> PROBLEM TO SOLVE
Keep every character as it is and output all of the records.

---------- DATASET RECORDS

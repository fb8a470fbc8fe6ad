import { z } from 'zod'
import { candidate } from './candidates'
import { id } from './common'
import { sweep } from './sweeps'

/** What GET /api/studies/{id}/events pushes; the stream's id is the event's number in the study. */
export const studyEvent = z.object({
  /** rows as they are now */
  rows: z.array(candidate).optional(),
  /** rows that are gone */
  removed: z.array(id).optional(),
  /** name, requirements, members or state changed: fetch the study again */
  study: z.literal(true).optional(),
  sweep: sweep.optional(),
  /** more changed than is kept or than is worth sending: load all rows and sweeps again */
  reload: z.literal(true).optional(),
})
export type StudyEvent = z.infer<typeof studyEvent>
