import { z } from 'zod'
import { candidateChange } from './candidates'
import { id, numberBetween } from './common'

/**
 * Fields that a sweep can vary; `ratios.n` is the n-th ring ratio, counted from 0. `preset` is a published APSK ring set
 * by its title, such as "16-APSK 9/10", and sets all of presetFields.
 */
export const sweepFields = [
  'family', 'order', 'preset', 'rings', 'ratios.0', 'ratios.1', 'ratios.2', 'normalisation', 'spacing', 'rollOff', 'backOff', 'backOffDb', 'implementationLossDb',
  'codeRate', 'decoderGapDb', 'shapedEntropy', 'branches', 'phaseErrorDeg',
] as const
export type SweepField = (typeof sweepFields)[number]
/** What a preset sets, so that it is not varied beside one. */
export const presetFields: readonly SweepField[] = ['family', 'order', 'rings', 'ratios.0', 'ratios.1', 'ratios.2']

const value = z.union([
  z.number(), z.string().max(40, 'A word has at most 40 characters.'),
  z.array(z.number()).max(64, 'At most 64 numbers in one value.'),
], { error: 'A value is a number, a word or a list of numbers.' })

/** One parameter and the values that it takes: a list, or a range of at most 1,001 values. */
export const sweepAxis = z.union([
  z.strictObject({
    field: z.enum(sweepFields, { error: 'Choose a parameter of the list.' }),
    values: z.array(value).min(1, 'Enter at least one value.').max(1001, 'A list has at most 1,001 values.'),
  }),
  z.strictObject({
    field: z.enum(sweepFields, { error: 'Choose a parameter of the list.' }),
    start: numberBetween(-1e6, 1e6, 'The start is a number from −1e6 to 1e6.'),
    stop: numberBetween(-1e6, 1e6, 'The stop is a number from −1e6 to 1e6.'),
    step: numberBetween(1e-6, 1e6, 'The step is a number above 0.'),
  }),
])
export type SweepAxis = z.infer<typeof sweepAxis>

/** POST /api/studies/{id}/sweeps: base inputs and the axes that are multiplied out, at most 10,000 rows. */
export const sweepCreation = z.strictObject({
  base: candidateChange,
  axes: z.array(sweepAxis).min(1, 'Vary at least one parameter.').max(6, 'Vary at most 6 parameters.')
    .refine(axes => new Set(axes.map(a => a.field)).size === axes.length, 'Each parameter is varied once.')
    .refine(axes => !axes.some(a => a.field === 'preset') || !axes.some(a => presetFields.includes(a.field)), 'A preset sets family, order, rings and ratios: do not vary these beside it.'),
})
export type SweepCreation = z.infer<typeof sweepCreation>

export const sweep = z.object({
  id, studyId: id, state: z.enum(['running', 'done', 'cancelled', 'failed']),
  /** rows that it makes; rows made so far; rows computed or failed so far */
  total: z.int(), made: z.int(), computed: z.int(),
  createdAt: z.string(), createdBy: z.string(), finishedAt: z.string().nullable(),
})
export type Sweep = z.infer<typeof sweep>

/** Answer of POST /api/studies/{id}/sweeps: with the combinations that make no row, and why the first of them does not. */
export const startedSweep = sweep.extend({ leftOut: z.object({ count: z.int(), reason: z.string().nullable() }) })
export type StartedSweep = z.infer<typeof startedSweep>

/** DELETE /api/sweeps/{id}: rows that had not been computed are removed, the others stay. */
export const sweepCancellation = sweep.extend({ removed: z.int(), kept: z.int() })
export type SweepCancellation = z.infer<typeof sweepCancellation>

--------------------

> WRITTEN RESPONSE
repository fb8a470fbc8fe6ad
import { z } from 'zod'
import { candidate } from './candidates'
import { id } from './common'
import { sweep } from './sweeps'

/** What GET /api/studies/{id}/events pushes; the stream's id is the event's number in the study. */
export const studyEvent = z.object({
  /** rows as they are now */
  rows: z.array(candidate).optional(),
  /** rows that are gone */
  removed: z.array(id).optional(),
  /** name, requirements, members or state changed: fetch the study again */
  study: z.literal(true).optional(),
  sweep: sweep.optional(),
  /** more changed than is kept or than is worth sending: load all rows and sweeps again */
  reload: z.literal(true).optional(),
})
export type StudyEvent = z.infer<typeof studyEvent>
import { z } from 'zod'
import { candidateChange } from './candidates'
import { id, numberBetween } from './common'

/**
 * Fields that a sweep can vary; `ratios.n` is the n-th ring ratio, counted from 0. `preset` is a published APSK ring set
 * by its title, such as "16-APSK 9/10", and sets all of presetFields.
 */
export const sweepFields = [
  'family', 'order', 'preset', 'rings', 'ratios.0', 'ratios.1', 'ratios.2', 'normalisation', 'spacing', 'rollOff', 'backOff', 'backOffDb', 'implementationLossDb',
  'codeRate', 'decoderGapDb', 'shapedEntropy', 'branches', 'phaseErrorDeg',
] as const
export type SweepField = (typeof sweepFields)[number]
/** What a preset sets, so that it is not varied beside one. */
export const presetFields: readonly SweepField[] = ['family', 'order', 'rings', 'ratios.0', 'ratios.1', 'ratios.2']

const value = z.union([
  z.number(), z.string().max(40, 'A word has at most 40 characters.'),
  z.array(z.number()).max(64, 'At most 64 numbers in one value.'),
], { error: 'A value is a number, a word or a list of numbers.' })

/** One parameter and the values that it takes: a list, or a range of at most 1,001 values. */
export const sweepAxis = z.union([
  z.strictObject({
    field: z.enum(sweepFields, { error: 'Choose a parameter of the list.' }),
    values: z.array(value).min(1, 'Enter at least one value.').max(1001, 'A list has at most 1,001 values.'),
  }),
  z.strictObject({
    field: z.enum(sweepFields, { error: 'Choose a parameter of the list.' }),
    start: numberBetween(-1e6, 1e6, 'The start is a number from −1e6 to 1e6.'),
    stop: numberBetween(-1e6, 1e6, 'The stop is a number from −1e6 to 1e6.'),
    step: numberBetween(1e-6, 1e6, 'The step is a number above 0.'),
  }),
])
export type SweepAxis = z.infer<typeof sweepAxis>

/** POST /api/studies/{id}/sweeps: base inputs and the axes that are multiplied out, at most 10,000 rows. */
export const sweepCreation = z.strictObject({
  base: candidateChange,
  axes: z.array(sweepAxis).min(1, 'Vary at least one parameter.').max(6, 'Vary at most 6 parameters.')
    .refine(axes => new Set(axes.map(a => a.field)).size === axes.length, 'Each parameter is varied once.')
    .refine(axes => !axes.some(a => a.field === 'preset') || !axes.some(a => presetFields.includes(a.field)), 'A preset sets family, order, rings and ratios: do not vary these beside it.'),
})
export type SweepCreation = z.infer<typeof sweepCreation>

export const sweep = z.object({
  id, studyId: id, state: z.enum(['running', 'done', 'cancelled', 'failed']),
  /** rows that it makes; rows made so far; rows computed or failed so far */
  total: z.int(), made: z.int(), computed: z.int(),
  createdAt: z.string(), createdBy: z.string(), finishedAt: z.string().nullable(),
})
export type Sweep = z.infer<typeof sweep>

/** Answer of POST /api/studies/{id}/sweeps: with the combinations that make no row, and why the first of them does not. */
export const startedSweep = sweep.extend({ leftOut: z.object({ count: z.int(), reason: z.string().nullable() }) })
export type StartedSweep = z.infer<typeof startedSweep>

/** DELETE /api/sweeps/{id}: rows that had not been computed are removed, the others stay. */
export const sweepCancellation = sweep.extend({ removed: z.int(), kept: z.int() })
export type SweepCancellation = z.infer<typeof sweepCancellation>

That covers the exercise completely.